Open eric-czech opened 4 years ago
Sorry didn't see this notification until now. Turns out I wasn't getting notifications... switched to "Watch" mode.
Let me look into the number of connected components in STRING.
I think a heatmap of any of the following would help distinct protein clusters: affinity / common neighbors / random walk distance / shortest path. I've been playing around with plotly. Would be really cool if we could get the heatmap and scatterplot to sync up, such that selecting on the scatterplot would create a synced heatmap.
Ah yea that would be very cool. If you go the dash route, this could be a helpful resource on linking scatter plot clicks or lasso/range selections to events in other figures.
It would also be cool if there was a way to link groups of scatter points so that clicking on one of them does something corresponding to the whole group, like highlight all other points in the same connected component. I think Plot.ly could do that if you made sure all the points for one connected component are in the same trace, but I'm not sure if they provide the trace name on click (I think you can assign a point id though and do a reverse-lookup).
I looked into connected components in 12.connected-components.ipynb
. Amazing scipy was able to read all 12 matrices (one per evidence channel) and calculate the components in under 5 seconds.

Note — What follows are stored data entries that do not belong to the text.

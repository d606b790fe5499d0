//! The one error type of Doublespar: a message and the input field it concerns.
//!
//! Every fallible entry point of the core returns [`Error`]. The `field` is a path into the
//! scenario document in the contract's own spelling (`elements[2].thickness_mm`,
//! `beam.polarization.azimuth_deg`), so that the command line can print it and the page can show
//! the message beside the control that holds the bad value. Functions below the scenario layer fill
//! in the leaf name; the scenario layer prefixes the path with [`Error::within`].

use crate::numfmt::quote;
use std::fmt;

/// An input that Doublespar cannot use, with the field that holds it.
#[derive(Debug, Clone, PartialEq, Eq)]
pub struct Error {
    /// Path of the offending field, e.g. `elements[0].axis.tilt_deg`; empty for the whole document.
    pub field: String,
    /// A sentence a person can act on, naming the value and the accepted range.
    pub message: String,
}

impl Error {
    /// An error about `field`.
    pub fn new(field: impl Into<String>, message: impl Into<String>) -> Self {
        Error {
            field: field.into(),
            message: message.into(),
        }
    }

    /// The same error seen from an enclosing object: `thickness_mm` within `elements[1]` becomes
    /// `elements[1].thickness_mm`.
    pub fn within(mut self, prefix: &str) -> Self {
        self.field = join_path(prefix, &self.field);
        self
    }

    /// The error as the contract sends it: `{"field": …, "message": …}`. The command line wraps
    /// it as `{"error": …}`; the page's bindings hand it over as it is.
    pub fn to_json(&self) -> serde_json::Value {
        serde_json::json!({"field": self.field, "message": self.message})
    }
}

/// Joins a field path and a child name with the contract's separators (`.` for names, none before
/// an index).
pub fn join_path(prefix: &str, child: &str) -> String {
    match (prefix.is_empty(), child.is_empty()) {
        (true, _) => child.to_string(),
        (_, true) => prefix.to_string(),
        _ if child.starts_with('[') => format!("{prefix}{child}"),
        _ => format!("{prefix}.{child}"),
    }
}

impl fmt::Display for Error {
    fn fmt(&self, f: &mut fmt::Formatter<'_>) -> fmt::Result {
        if self.field.is_empty() {
            write!(f, "{}", self.message)
        } else {
            write!(f, "{}: {}", self.field, self.message)
        }
    }
}

impl std::error::Error for Error {}

/// The unit a field's value is given in, as a message writes it after a number (` mm`, `°`;
/// a plain space, which JSON and terminals show as it is),
/// read from the contract's suffix of the field's last name (`band_nm[1]` counts as `band_nm`);
/// empty for a plain number.
pub fn unit_after(field: &str) -> &'static str {
    let name = field.trim_end_matches(|c: char| c == ']' || c == '[' || c.is_ascii_digit());
    let name = name.rsplit('.').next().unwrap_or(name);
    if name.ends_with("_mm") {
        " mm"
    } else if name.ends_with("_nm") {
        " nm"
    } else if name.ends_with("_deg") {
        "°"
    } else if name.ends_with("_waves") {
        " waves"
    } else {
        ""
    }
}

/// What a field wants, in words a person acts on (`a number in millimetres, such as 2.5`),
/// read from the contract's unit suffix of its last name.
pub fn number_wanted(field: &str) -> &'static str {
    match unit_after(field) {
        " mm" => "a number in millimetres, such as 2.5",
        " nm" => "a number in nanometres, such as 632.8",
        "°" => "a number in degrees, such as 45",
        " waves" => "a number of waves, such as 0.25",
        _ => "a number, such as 1.5",
    }
}

/// Checks that `value` is a finite number, naming `field` otherwise.
///
/// # Errors
/// When `value` is NaN or infinite.
pub fn finite(field: &str, value: f64) -> Result<f64, Error> {
    if value.is_finite() {
        Ok(value)
    } else {
        Err(Error::new(
            field,
            format!("enter {}, not {value}", number_wanted(field)),
        ))
    }
}

/// Checks that `value` is finite and strictly positive, naming `field` otherwise.
///
/// # Errors
/// When `value` is NaN, infinite, zero or negative.
pub fn positive(field: &str, value: f64) -> Result<f64, Error> {
    let v = finite(field, value)?;
    if v > 0.0 {
        Ok(v)
    } else {
        let u = unit_after(field);
        Err(Error::new(field, format!("must be above 0{u}, got {}{u}", quote(v))))
    }
}

/// The message of a value outside a range, `must be <lo words> lo <hi words> hi (why), got v`,
/// each number with the field's unit, so that the words say which ends belong to the range.
fn range_error(field: &str, v: f64, (lo_words, lo): (&str, f64), (hi_words, hi): (&str, f64), why: &str) -> Error {
    let u = unit_after(field);
    let why = if why.is_empty() {
        String::new()
    } else {
        format!(" ({why})")
    };
    let (lo, hi, v) = (quote(lo), quote(hi), quote(v));
    Error::new(
        field,
        format!("must be {lo_words} {lo}{u} {hi_words} {hi}{u}{why}, got {v}{u}"),
    )
}

/// Checks that `value` is finite and within `[lo, hi]` (both ends included), naming `field`
/// otherwise.
///
/// # Errors
/// When `value` is NaN, infinite or outside the closed range.
pub fn in_range(field: &str, value: f64, lo: f64, hi: f64) -> Result<f64, Error> {
    let v = finite(field, value)?;
    if (lo..=hi).contains(&v) {
        Ok(v)
    } else {
        Err(range_error(field, v, ("from", lo), ("to", hi), ""))
    }
}

/// Checks that `value` is finite, above `lo` (excluded) and at most `hi` (included): a length,
/// a diameter, anything that must not be zero. Names `field` otherwise.
///
/// # Errors
/// When `value` is NaN, infinite, at or below `lo`, or above `hi`.
pub fn above(field: &str, value: f64, lo: f64, hi: f64) -> Result<f64, Error> {
    let v = finite(field, value)?;
    if v > lo && v <= hi {
        Ok(v)
    } else {
        Err(range_error(field, v, ("above", lo), ("and at most", hi), ""))
    }
}

/// Checks that `value` is finite and strictly between `lo` and `hi` (both ends excluded), naming
/// `field` otherwise; `why` (may be empty) says why the ends are excluded.
///
/// # Errors
/// When `value` is NaN, infinite, or at or beyond either end.
pub fn strictly_between(field: &str, value: f64, lo: f64, hi: f64, why: &str) -> Result<f64, Error> {
    let v = finite(field, value)?;
    if v > lo && v < hi {
        Ok(v)
    } else {
        Err(range_error(field, v, ("above", lo), ("and below", hi), why))
    }
}

#[cfg(test)]
mod tests {
    use super::*;

    #[test]
    fn paths_join_with_dots_and_brackets() {
        assert_eq!(join_path("elements", "[2]"), "elements[2]");
        assert_eq!(join_path("elements[2]", "thickness_mm"), "elements[2].thickness_mm");
        assert_eq!(join_path("", "beam"), "beam");
        assert_eq!(join_path("beam", ""), "beam");
        let e = Error::new("tilt_deg", "bad").within("elements[0].axis");
        assert_eq!(e.field, "elements[0].axis.tilt_deg");
    }

    #[test]
    fn validators_reject_nonsense_and_name_the_field() {
        for bad in [f64::NAN, f64::INFINITY, f64::NEG_INFINITY] {
            assert_eq!(finite("x", bad).unwrap_err().field, "x");
        }
        assert!(positive("x", 0.0).is_err());
        assert!(positive("x", -1.0).is_err());
        assert!(in_range("x", 91.0, -90.0, 90.0).is_err());
        assert!(above("x_mm", 0.0, 0.0, 1.0).is_err());
        assert_eq!(above("x_mm", 1.0, 0.0, 1.0), Ok(1.0));
        assert!(strictly_between("x_deg", 90.0, -90.0, 90.0, "").is_err());
    }

    /// Each message says whether an end belongs to the range (a range that excludes an end says
    /// "above" or "below"; one that includes it says "from", "to", "at most"), with the unit the
    /// field's name carries, and quotes a huge value compactly.
    #[test]
    fn range_messages_say_which_ends_are_included() {
        let m = |r: Result<f64, Error>| r.unwrap_err().message;
        assert_eq!(m(positive("a.length", -1.0)), "must be above 0, got \u{2212}1");
        assert_eq!(
            m(above("elements[1].thickness_mm", 0.0, 0.0, 1e4)),
            "must be above 0 mm and at most 10000 mm, got 0 mm"
        );
        assert_eq!(
            m(in_range("axis.tilt_deg", 200.0, 0.0, 180.0)),
            "must be from 0° to 180°, got 200°"
        );
        assert_eq!(
            m(strictly_between(
                "polar_deg",
                90.0,
                -90.0,
                90.0,
                "grazing light never enters"
            )),
            "must be above \u{2212}90° and below 90° (grazing light never enters), got 90°"
        );
        let huge = m(in_range("wavelength_nm", 1e308, 1.0, 1e6));
        assert!(huge.ends_with("got 1e308 nm") && huge.chars().count() < 60, "{huge}");
        assert_eq!(
            m(finite("gap_mm", f64::NAN)),
            "enter a number in millimetres, such as 2.5, not NaN"
        );
        assert_eq!(quote(2.5e-9), "2.5e\u{2212}9");
        assert_eq!(quote(0.5), "0.5");
    }

    #[test]
    fn units_come_from_the_field_name() {
        assert_eq!(unit_after("elements[0].axis.tilt_deg"), "°");
        assert_eq!(unit_after("band_nm[1]"), " nm");
        assert_eq!(unit_after("wavelength_nm"), " nm");
        assert_eq!(unit_after("outside_index"), "");
        assert_eq!(unit_after("beam.polarization.jones[0][1]"), "");
        assert_eq!(unit_after(""), "");
    }

    #[test]
    fn messages_quote_huge_values_compactly() {
        // The Display form of 1e308 has 309 digits; the message quotes "1e308".
        let e = in_range("x", 1e308, 0.0, 1e4).unwrap_err();
        assert!(e.message.contains("1e308") && e.message.len() < 60, "{}", e.message);
        let e = positive("x", -1e-300).unwrap_err();
        assert!(e.message.ends_with("got \u{2212}1e\u{2212}300"), "{}", e.message);
    }
}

I plotted the cumulative coverage of components ranked by size (interactive version in notebook):
For the combined score, the largest component contains 98.9% of all genes. This obviously could change if we applied a score threshold of 500. Although in general, it's probably best if we use edge weights rather than binarization as much as possible.
I think it would be a very helpful annotation on embedding visualizations
Yeah, I exported the component assignments in e3998c54c104fed617216af90e3404d6f70cec6f, so we can always add this to the embedding. Maybe it'd be helpful to differentiate all genes not in the giant connected component.
Actually upon further investigation, all genes for combined_score that are not in the giant connected component have a component size of 1, i.e. are entirely disconnected. I think these genes actually drop out during the node2vec embedding stage, so they aren't in the visualization.
If you go the dash route, this could be a helpful resource on linking scatter plot clicks or lasso/range selections to events in other figures.
Wow that Explorer UI is really cool. Will check with you before proceeding with any dashboarding solution using dash
or voila
, since you have much more experience here than me (zero exp).
It would also be cool if there was a way to link groups of scatter points so that clicking on one of them does something corresponding to the whole group
Yeah! Definitely. I'll look into migrating the Bokeh scatterplot to Plotly, which seems a bit more powerful, intuitive, and compatible with voila / notebooks.
I exported the component assignments in e3998c5
I think it would be good to have that for a few combined score thresholds (Jack was simply ignoring all below 900, which I saw in a publication or two as well)
Will check with you before proceeding with any dashboarding solution
I'm always happy to riff about Dash! But I don't mean to bias you too much towards it. I'd love to know what other solutions can do. I default to that simply b/c I like Plot.ly and assume, probably incorrectly, that other libs don't do useful/interesting things beyond what it can. I definitely agree that the API is more intuitive though.
I'm fairly certain a good number of these exist in STRING and I think it would be a very helpful annotation on embedding visualizations (i.e. it would be good context to know which clusters are different graphs entirely vs less related groups of proteins in the same graph).